What you are asked to do: Please read the records below and return each line holding the string "ModelFits".

▼

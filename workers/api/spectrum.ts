/**
 * Spectrum method group of the engine worker: the fluctuation spectrum, stability margins
 * and softest mode of one point (solved here, or about a state already solved, so a
 * clicked map point is not solved again), and the trace of one soft-mode line (one
 * interaction range and followed phase over a plane; the scan driver sends one task per
 * range). Request and result types are plain data defined beside their core modules.
 */
import { stateSpectrum, type SpectrumRequest, type StateSpectrum } from '../../src/core/spectrum/state-spectrum.ts';
import { background, inputFromState } from '../../src/core/spectrum/background.ts';
import { fluctuationSpectrum } from '../../src/core/spectrum/spectrum.ts';
import { zonePath } from '../../src/core/spectrum/zone-path.ts';
import { marginsAt, softestMode } from '../../src/core/softmode/softest.ts';
import { softLines, type SoftLineRequest, type SoftLineResult } from '../../src/core/softmode/soft-lines.ts';
import type { StateSpectrumRequest } from '../protocol.ts';

export const spectrumApi = {
  /** Solve the point and expand about its state (stateSpectrum). */
  spectrum(req: SpectrumRequest): StateSpectrum {
    return stateSpectrum(req.params, { seed: req.seed, points: req.points });
  },

  /**
   * Expand about a state already solved (req.state at req.params): the same steps as
   * stateSpectrum after its solve (background, branches along the zone path, margins,
   * softest mode over the zone).
   */
  spectrumOfState(req: StateSpectrumRequest): StateSpectrum {
    const bg = background(inputFromState(req.state, req.params));
    const sp = fluctuationSpectrum(bg, { points: req.points });
    const margins = marginsAt(bg, zonePath(bg.l, req.points ?? 129).k);
    const { evaluations: _e, ...softMode } = softestMode(bg);
    return { state: req.state, ...sp, margins, softMode };
  },

  /** Trace the soft-mode lines of one range and phase (softLines). */
  softLines(req: SoftLineRequest): SoftLineResult {
    return softLines(req);
  },
};
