def _cholesky_solve(a_mat, b):
    """Solve a x = b for a stack of symmetric positive definite k x k matrices.

    Returns (x (n, k), ok (n,)); ok is False where a pivot falls below
    PIVOT_RTOL of its diagonal (numerically singular), and x is 0 there.
    """
    n, k = b.shape
    low = np.zeros_like(a_mat)
    ok = np.ones(n, dtype=bool)
    for j in range(k):
        piv = a_mat[:, j, j] - np.einsum("ij,ij->i", low[:, j, :j], low[:, j, :j])
        good = np.isfinite(piv) & (piv > PIVOT_RTOL * np.abs(a_mat[:, j, j])) & (piv > 0)
        ok &= good
        low[:, j, j] = np.sqrt(np.where(good, piv, 1.0))
        for i in range(j + 1, k):
            dot = np.einsum("ij,ij->i", low[:, i, :j], low[:, j, :j])
            low[:, i, j] = (a_mat[:, i, j] - dot) / low[:, j, j]
    y = np.empty((n, k))
    for i in range(k):
        y[:, i] = (b[:, i] - np.einsum("ij,ij->i", low[:, i, :i], y[:, :i])) / low[:, i, i]
    sol = np.empty((n, k))
    for i in reversed(range(k)):
        sol[:, i] = (y[:, i] - np.einsum("ij,ij->i", low[:, i + 1:, i], sol[:, i + 1:])) / low[:, i, i]
    return np.where(ok[:, None] & np.isfinite(sol), sol, 0.0), ok


# --------------------------------------------------------------------------
# statistics of the chosen fits

def _empty_fits(model, n, n_points, applicable) -> ModelFits:
    k = len(model.params)
    nan = lambda *shape: np.full(shape, np.nan)  # noqa: E731
    return ModelFits(
        model_id=model.id, param_names=model.param_names(),
        params=nan(n, k), stderr=nan(n, k), ci95_low=nan(n, k), ci95_high=nan(n, k),
        covariance=nan(n, k, k), sse=nan(n), rmse=nan(n), r2=nan(n),
        aic=nan(n), aicc=nan(n), bic=nan(n), n_params=k,
        converged=np.zeros(n, dtype=bool), reason=np.full(n, "", dtype=object),
        at_bound=np.zeros((n, k), dtype=bool), applicable=np.asarray(applicable, dtype=bool).copy(),
        n_points=np.asarray(n_points, dtype=np.int64).copy(),
    )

▲

Solution below:
def _empty_fits(model, n, n_points, applicable) -> ModelFits:
    return ModelFits(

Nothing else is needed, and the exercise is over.